PROBLEM REQUIREMENTS -> A copy is needed of each line in the records that has the word "writes".

RECORDS FOR THE EXERCISE ->
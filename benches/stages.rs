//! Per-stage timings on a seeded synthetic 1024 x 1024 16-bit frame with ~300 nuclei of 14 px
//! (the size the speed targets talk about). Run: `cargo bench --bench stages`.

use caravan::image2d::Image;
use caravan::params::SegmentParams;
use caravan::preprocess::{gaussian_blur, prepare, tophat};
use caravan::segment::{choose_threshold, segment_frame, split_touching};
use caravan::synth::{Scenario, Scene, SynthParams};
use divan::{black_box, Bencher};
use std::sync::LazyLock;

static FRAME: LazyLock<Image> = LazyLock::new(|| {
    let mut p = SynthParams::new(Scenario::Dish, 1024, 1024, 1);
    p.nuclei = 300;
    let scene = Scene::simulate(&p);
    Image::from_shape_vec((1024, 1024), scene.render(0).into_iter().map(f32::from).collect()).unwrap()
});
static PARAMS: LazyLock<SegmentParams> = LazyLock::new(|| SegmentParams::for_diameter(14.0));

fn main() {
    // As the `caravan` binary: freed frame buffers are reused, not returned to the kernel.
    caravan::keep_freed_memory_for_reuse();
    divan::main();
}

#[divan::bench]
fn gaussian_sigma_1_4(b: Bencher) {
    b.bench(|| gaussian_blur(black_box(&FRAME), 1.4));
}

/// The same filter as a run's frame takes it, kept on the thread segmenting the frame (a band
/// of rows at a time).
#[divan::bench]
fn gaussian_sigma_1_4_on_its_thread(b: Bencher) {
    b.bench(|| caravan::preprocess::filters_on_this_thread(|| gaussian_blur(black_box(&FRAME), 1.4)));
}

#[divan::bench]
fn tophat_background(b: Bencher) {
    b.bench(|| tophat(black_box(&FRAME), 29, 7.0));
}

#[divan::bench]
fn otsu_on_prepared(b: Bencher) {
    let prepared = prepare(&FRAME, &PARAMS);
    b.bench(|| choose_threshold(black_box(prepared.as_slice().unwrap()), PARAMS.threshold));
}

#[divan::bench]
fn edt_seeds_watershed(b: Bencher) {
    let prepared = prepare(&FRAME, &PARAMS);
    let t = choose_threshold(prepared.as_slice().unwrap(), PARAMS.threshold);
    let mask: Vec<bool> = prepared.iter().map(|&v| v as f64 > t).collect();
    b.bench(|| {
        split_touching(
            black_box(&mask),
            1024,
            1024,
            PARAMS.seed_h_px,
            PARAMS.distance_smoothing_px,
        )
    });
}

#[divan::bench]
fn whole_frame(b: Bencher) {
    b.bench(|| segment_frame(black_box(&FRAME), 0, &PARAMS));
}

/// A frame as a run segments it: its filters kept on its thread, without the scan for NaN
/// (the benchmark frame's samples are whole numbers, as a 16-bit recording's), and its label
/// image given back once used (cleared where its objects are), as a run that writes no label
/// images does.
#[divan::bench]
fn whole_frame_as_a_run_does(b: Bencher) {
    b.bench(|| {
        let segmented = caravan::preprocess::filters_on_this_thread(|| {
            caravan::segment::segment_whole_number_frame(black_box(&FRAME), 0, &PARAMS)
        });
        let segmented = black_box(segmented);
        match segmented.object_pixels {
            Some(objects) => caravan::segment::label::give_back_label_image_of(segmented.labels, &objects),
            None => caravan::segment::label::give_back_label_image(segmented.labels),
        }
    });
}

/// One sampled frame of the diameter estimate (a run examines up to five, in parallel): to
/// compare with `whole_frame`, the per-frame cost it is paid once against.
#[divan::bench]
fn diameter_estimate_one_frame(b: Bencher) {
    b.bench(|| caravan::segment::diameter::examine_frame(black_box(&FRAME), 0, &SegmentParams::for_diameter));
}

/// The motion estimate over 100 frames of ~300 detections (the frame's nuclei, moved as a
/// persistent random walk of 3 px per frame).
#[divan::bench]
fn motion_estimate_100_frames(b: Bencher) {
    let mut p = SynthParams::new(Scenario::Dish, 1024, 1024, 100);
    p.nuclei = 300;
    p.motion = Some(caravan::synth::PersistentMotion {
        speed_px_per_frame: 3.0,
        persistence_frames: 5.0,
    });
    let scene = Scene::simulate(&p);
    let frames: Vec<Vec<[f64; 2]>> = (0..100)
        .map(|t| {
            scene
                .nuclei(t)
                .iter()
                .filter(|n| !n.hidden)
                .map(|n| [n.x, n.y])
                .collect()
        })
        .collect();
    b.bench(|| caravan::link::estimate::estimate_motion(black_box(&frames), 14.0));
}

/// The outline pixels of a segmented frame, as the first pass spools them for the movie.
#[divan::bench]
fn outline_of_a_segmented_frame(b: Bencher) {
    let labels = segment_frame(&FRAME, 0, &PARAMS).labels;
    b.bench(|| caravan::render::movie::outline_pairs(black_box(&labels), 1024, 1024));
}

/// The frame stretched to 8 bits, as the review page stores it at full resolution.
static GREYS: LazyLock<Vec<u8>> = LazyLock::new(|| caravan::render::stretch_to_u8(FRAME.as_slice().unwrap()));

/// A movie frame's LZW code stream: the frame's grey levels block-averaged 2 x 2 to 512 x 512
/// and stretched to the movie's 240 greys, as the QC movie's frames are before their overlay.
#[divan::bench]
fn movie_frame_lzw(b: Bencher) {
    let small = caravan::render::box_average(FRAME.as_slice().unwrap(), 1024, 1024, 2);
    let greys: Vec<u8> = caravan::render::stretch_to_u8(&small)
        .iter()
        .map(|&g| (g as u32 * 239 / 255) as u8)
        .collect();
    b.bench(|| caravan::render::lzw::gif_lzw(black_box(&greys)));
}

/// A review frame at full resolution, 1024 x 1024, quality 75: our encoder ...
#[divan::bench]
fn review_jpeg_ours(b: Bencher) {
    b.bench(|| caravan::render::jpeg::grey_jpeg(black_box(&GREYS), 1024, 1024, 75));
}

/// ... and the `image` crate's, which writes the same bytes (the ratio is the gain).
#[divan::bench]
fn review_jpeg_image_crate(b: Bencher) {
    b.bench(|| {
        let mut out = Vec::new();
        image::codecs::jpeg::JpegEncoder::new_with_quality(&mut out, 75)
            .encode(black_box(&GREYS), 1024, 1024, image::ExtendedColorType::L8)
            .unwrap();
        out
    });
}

COMPLETED TASK ->
/// image given back once used (cleared where its objects are), as a run that writes no label
/// ... and the `image` crate's, which writes the same bytes (the ratio is the gain).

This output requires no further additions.